Chapter 28 Flashcards
What is purpose of join
Used to retrieve data from multiple tables.
What are 3 fast join algorithms
1- sort-merge
2- hash-based
3- index-based
What is nested-loop join
Nested-loop join works like a nested loop
What is the time-complexity of the nested loop
O(RS)
Does time complexity should be independent of the order of tables. i.e. O(RS) is same as O(SR)
Yes
What are 3 Variants of Nested-Loop Join
- Temporary index nested-loop join
- Index nested-loop join
- Naive nested-loop join
What is Naive nested-loop join
There are many variants of the traditional nested-loop join. The simplest case is when an entire table is scanned; this is called a naive nested-loop join.
What is Index nested-loop join
If there is an index, and that index is exploited, then it is called an index nested-loop join.

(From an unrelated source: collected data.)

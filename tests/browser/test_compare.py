"""Compare page as a convergence tool in headless Chromium (port 8093): runs chosen by workspace group,
relative differences with units and each run's error estimate beside them.

The runs are the same invented Debye spectrum (θ_D = 300 K) tabulated on a coarse and a fine
frequency grid; the page's numbers must be those of :func:`thermo.convergence.compare_runs` computed
here in-process from the same files (the function ``modeheat compare`` uses), as the page writes them.
"""

from __future__ import annotations

import numpy as np
import pytest
from selenium.webdriver.common.by import By

from tests.browser.test_dashboard import active_name, no_console_errors, upload
from tests.browser.waits import until
from tests.spectra import debye_table
from thermo import load_dos
from thermo.columns import column_name, error_key
from thermo.convergence import compare_runs
from webapp.app import create_app

pytestmark = pytest.mark.browser
PORT = 8093


def _write(path, points):
    nu, g = debye_table(300.0, points=points)
    path.write_text("# frequency (THz) dos\n" + "\n".join(f"{float(a)!r} {float(b)!r}" for a, b in zip(nu, g)) + "\n")
    return path


def _choose(driver, dropdown, text):
    """Open a dcc.Dropdown and click its option ``text``."""
    driver.find_element(By.CSS_SELECTOR, dropdown).click()
    until(lambda: driver.find_elements(By.CSS_SELECTOR, ".dash-dropdown-options"))

    def option():
        shown = driver.find_elements(By.CSS_SELECTOR, ".dash-dropdown-options .dash-dropdown-option")
        return next((o for o in shown if o.text.strip() == text), None)
    until(option, msg=f"option {text!r} of {dropdown}").click()


def _nav(driver, page):
    driver.find_element(By.CSS_SELECTOR, f"a[href='{page}'].mh-nav-link").click()


def test_compare_by_group_shows_relative_differences_and_errors(dash_duo, tmp_path):
    coarse, fine = _write(tmp_path / "mesh_coarse.dat", 31), _write(tmp_path / "mesh_fine.dat", 2001)
    dash_duo.start_server(create_app(), port=PORT)
    driver = dash_duo.driver
    driver.set_window_size(1280, 1100)
    driver.get(dash_duo.server_url + "/spectrum")
    upload(driver, coarse, fine)
    until(lambda: active_name(driver) in (coarse.name, fine.name))
    _nav(driver, "/workspace")
    for path in (coarse, fine):
        _choose(driver, "#ws-dataset", path.name)
        until(lambda: driver.find_element(By.ID, "ws-name").get_attribute("value") == path.name)
        group = driver.find_element(By.ID, "ws-group")
        group.clear()
        group.send_keys("convergence: mesh")
        driver.find_element(By.ID, "ws-save").click()
        until(lambda: dash_duo.find_element("#ws-list").text.count("convergence: mesh")
              == 1 + (path == fine))
    _nav(driver, "/compare")
    _choose(driver, "#cmp-group", "convergence: mesh")
    table = until(lambda: "(reference)" in dash_duo.find_element("#cmp-table").text
                  and dash_duo.find_element("#cmp-table").text)
    # the group's two runs, and no other dataset of the workspace (the demo's are there too)
    assert coarse.name in table and fine.name in table and "springium" not in table
    assert "ΔS/S [%]" in table and "S ± error [k_B/atom]" in table     # the page starts per atom
    # the reference is the first run of the group; the other's S(5 K) relative difference as compare_runs gives it
    names = [n for n in (coarse.name, fine.name)]
    rows = [line for line in table.splitlines() if line.startswith(names[1]) or line.startswith(names[0])]
    expected = compare_runs([load_dos(coarse), load_dos(fine)], [5.0, 20.0, 298.15], names=names, per="atom")
    other = expected[~expected["reference"]]
    for t, rel in zip(other["temperature_K"], other["entropy_relative_difference"]):
        assert any(f"{100 * rel:+.3g}" in line for line in rows if f" {t:g} " in f" {line} "), (t, rel, rows)
    # where a difference exceeds the run's own error estimate the page marks it, so it cannot go unseen
    ref = expected[expected["reference"]]
    s_col, e_col = column_name("entropy", "atom"), column_name(error_key("entropy"), "atom")
    beyond = np.abs(other[s_col].to_numpy() - ref[s_col].to_numpy()) > other[e_col].to_numpy()
    assert beyond.any() and "⚑" in table
    no_console_errors(dash_duo)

What is Temporary index nested-loop join
If the index is built as part of the query plan and subsequently dropped, it is called as a temporary index nested-loop join.
What is sort-merge join
A “sort merge” join is performed by sorting the two data sets to be joined according to the join keys and then merging them together. The merge is very cheap, but the sort can be prohibitively expensive.

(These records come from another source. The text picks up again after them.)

"""Electronic page in headless Chromium against the real server: the demo draws, an upload replaces it."""

import math

import numpy as np
import pytest
from tests.browser.waits import until
from scipy import constants as sc
from selenium.webdriver.common.by import By

from webapp.app import create_app

from .test_dashboard import js_graph, no_console_errors, wait_drawn

pytestmark = pytest.mark.browser
PORT = 8083
GRAPHS = ["el-dos-graph", "el-ct-graph", "el-s-graph"]


@pytest.fixture
def duo(dash_duo):
    dash_duo.start_server(create_app(), port=PORT)
    dash_duo.driver.set_window_size(1280, 1100)
    return dash_duo


def test_demo_draws_and_an_upload_replaces_it(duo, tmp_path):
    duo.driver.get(duo.server_url + "/electronic")
    wait_drawn(duo.driver, GRAPHS)
    until(lambda: "springium_edos.dat" in duo.driver.find_element(By.ID, "el-file").text, 20)
    assert js_graph(duo.driver, "el-dos-graph", "gd._fullData.length") == 3       # total + two projections
    assert "mJ/(mol K²)" in duo.driver.find_element(By.ID, "el-keys").text
    # A flat band of 3 states/eV in meV units: C_el/T = (π²/3) k_B² g at every T (A&M ch. 2).
    e = np.linspace(-4000.0, 4000.0, 81)
    flat = tmp_path / "flat_meV.dat"
    flat.write_text("E-E_F (meV)  DOS (states/meV)\n" + "".join(f"{a:g} 0.003\n" for a in e))
    duo.driver.find_element(By.CSS_SELECTOR, "#el-upload input[type=file]").send_keys(str(flat))
    until(lambda: "flat_meV.dat" in duo.driver.find_element(By.ID, "el-file").text, 30)
    until(lambda: js_graph(duo.driver, "el-dos-graph", "gd._fullData.length") == 1, 20)
    expected = math.pi ** 2 / 3 * (sc.k / sc.electron_volt) ** 2 * 3.0 * sc.N_A * sc.electron_volt * 1e3
    y = np.array(js_graph(duo.driver, "el-ct-graph", "Array.from(gd._fullData[0].y)"), dtype=float)
    np.testing.assert_allclose(y, expected, rtol=1e-6)
    # the Calorimetry page compares its fitted γ with the band γ of the chosen electronic DOS
    duo.driver.find_element(By.CSS_SELECTOR, "a[href='/calorimetry'].mh-nav-link").click()
    until(lambda: "flat_meV.dat" in _text(duo.driver, "cal-band-gamma"), 40)
    assert f"{expected * 1e-3:.6g}" in _text(duo.driver, "cal-band-gamma")
    no_console_errors(duo)


def _text(driver, element_id):
    found = driver.find_elements(By.ID, element_id)
    return found[0].text if found else ""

Does Sort-Merge Join very fast
Yes
What is hash join
A hash join is performed by hashing one data set into memory based on join columns and reading the other one and probing the hash table for matches. The hash join is very low cost when the hash table can be held entirely in memory. It is good for VLDB.
What are 2 phases of hash join
hashed (build) phase and probed phase
What is partitioning fan-out
In hash join, initially, the two tables are entirely consumed and partitioned (using a hash function on the hash keys) into multiple partitions. The number of such partitions is sometimes called the partitioning fan-out.

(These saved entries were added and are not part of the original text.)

def generate(cfg: Config, out: str | Path | None = None, *, n_events: int | None = None,
             seed: int | None = None, force: bool = False, sink: Any | None = None,
             progress: Callable[[int], None] | None = None,
             on_start: Callable[[int], None] | None = None, shard: Shard | None = None,
             resume: bool = False, threads: int | None = None,
             plan: RunPlan | None = None) -> RunSummary:
    """Generate events for a configuration and write them to an HDF5 file (or a given sink).

    Parameters
    ----------
    cfg : Config
        Validated configuration.
    out : str or Path, optional
        Output path (default ``cfg.output.path``). Ignored when ``sink`` is given.
    n_events : int, optional
        Number of events; overrides ``run.events`` and ``run.count_mode``.
    seed : int, optional
        Root seed; overrides ``run.seed``. When neither is given a random seed is drawn from
        the operating system and recorded in the file (a resumed run takes the seed of its
        temporary file).
    force : bool
        Overwrite an existing output file (and discard the temporary file of a killed run).
    sink : object, optional
        An event sink (e.g. :class:`~generator.io.writer.MemorySink`).
    progress : callable, optional
        Called with the number of events of each finished chunk.
    on_start : callable, optional
        Called once with the event count of this process, after the tables are built.
    shard : Shard, optional
        Write only this shard's chunks (:func:`generator.production.work_range`).
    resume : bool
        Continue the killed run whose temporary file lies beside ``out``.
    threads : int, optional
        Threads that generate chunks (default :func:`default_threads`: the usable CPUs, at
        most 2); the output does not depend on it.
    plan : RunPlan, optional
        The tables of ``cfg``, already built (e.g. shipped to a worker), instead of
        :func:`build_plan`; its configuration must equal ``cfg``.

    Raises
    ------
    InputError
        Before any file is created, for bad configuration or data files.
    """
    path = Path(out if out is not None else cfg.output.path)
    if seed is None:
        seed = cfg.run.seed
    if seed is None and resume:
        seed = resumed_seed(path)
    entropy = int(seed) if seed is not None else secrets.randbits(128)
    if sink is None:                          # fail early, before the expensive tables
        known = n_events if n_events is not None else (
            cfg.run.events if cfg.run.count_mode == "fixed" else None)
        check_target(path, force, known, create_folder=out is None)
    elif resume:
        raise InputError("resume needs the HDF5 output (no custom sink)")
    if plan is None:
        plan = build_plan(cfg)
    elif plan.config != cfg:
        raise InputError("generate: the given plan was built for another configuration")
    n_total = _event_count(plan, entropy, n_events)
    if sink is None and n_events is None and cfg.run.count_mode != "fixed":
        check_target(path, force, n_total)
    work = work_range(n_total, cfg.run.chunk_size, shard)
    if on_start is not None:
        on_start(work.n_events)
    weight = plan.expected_total / n_total if n_total else 0.0
    own_sink = sink is None
    attrs = {**provenance(plan, entropy, n_total), **work.attrs()}
    from .response import ResponseStage, output_fields

    stage = ResponseStage(plan.response, lambda t: plan.exposure.sun(t)[0]) \
        if plan.response is not None else None
    if own_sink:
        sink = HDF5Sink(path, output_fields(cfg), compression=cfg.output.compression,
                        compression_level=cfg.output.compression_level,
                        chunk_rows=chunk_rows_for(work.chunk), force=force, resume=resume)
    first = start_output(sink, work, attrs, resume)
    try:
        if stage is not None and first > work.k0:     # resumed: restore the trigger counts
            stage.n_generated = min(first * work.chunk, n_total) - work.event_start
            stage.n_triggered = sink.count_nonzero("triggered")

        def make(k: int, m: int) -> dict[str, np.ndarray]:
            bg_rng = np.random.default_rng(background_seed(entropy, k)) \
                if plan.backgrounds is not None else None
            ev = generate_chunk(plan, np.random.default_rng(chunk_seed(entropy, k)), m, weight,
                                bg_rng)
            return stage.process(ev, entropy, k) if stage is not None else ev

        run_chunks(sink, work, first, make, progress,
                   default_threads() if threads is None else threads)
        bgp = plan.backgrounds.isotopes if plan.backgrounds is not None else []
        codes = [sp.code for sp in plan.sources] + [p.iso.code for p in bgp]
        names = [sp.name for sp in plan.sources] + [p.iso.name for p in bgp]
        sink.set_field_attrs("origin", {"codes": np.array(codes, np.int16),
                                        "names": np.array(names, dtype=object)})
        write_tables(sink, plan)
        if plan.backgrounds is not None:
            plan.backgrounds.write_tables(sink)
        sink.set_attrs(attrs)
        if stage is not None:
            stage.write_tables(sink)
            sink.set_attrs({**stage.attrs(weight),
                            **stage_names(True, plan.backgrounds is not None)})
        result = sink.commit()
    except BaseException:
        sink.abort()
        raise
    return RunSummary(result if own_sink else None, work.n_events, plan.expected_total,
                      entropy, work.chunk, work.k1 - work.k0, plan)


def default_threads() -> int:
    """Chunk-generation threads of :func:`generate` by default: usable CPUs, at most 2."""
    try:
        n = len(os.sched_getaffinity(0))
    except (AttributeError, OSError):      # pragma: no cover - not Linux
        n = os.cpu_count() or 1
    return max(1, min(n, MAX_DEFAULT_THREADS))


def memory_run(cfg: Config, n_events: int, seed: int) -> tuple[MemorySink, RunSummary]:
    """Run into an in-memory sink (tests, notebooks)."""
    from .response import output_fields

    sink = MemorySink(output_fields(cfg))
    summary = generate(cfg, n_events=n_events, seed=seed, sink=sink)
    return sink, summary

What is Hash-Based Join: Partition Skew problem and its solution
Partition skew can become a problem in hash-join. In the first step of hash join, records are hashed into the main memory into their corresponding bucket. This being done based on the hash function used. However, an attribute being hashed may not be uniformly distributed within the relation, and some buckets may then contain more records than other buckets. When this difference becomes large, the corresponding bucket may no longer fit in the main memory. As a consequence, hash-based join degrades into performance of a nested-loop join. The only possible solution is to make available other hash functions to be chosen by the optimizer; that better distribute the input.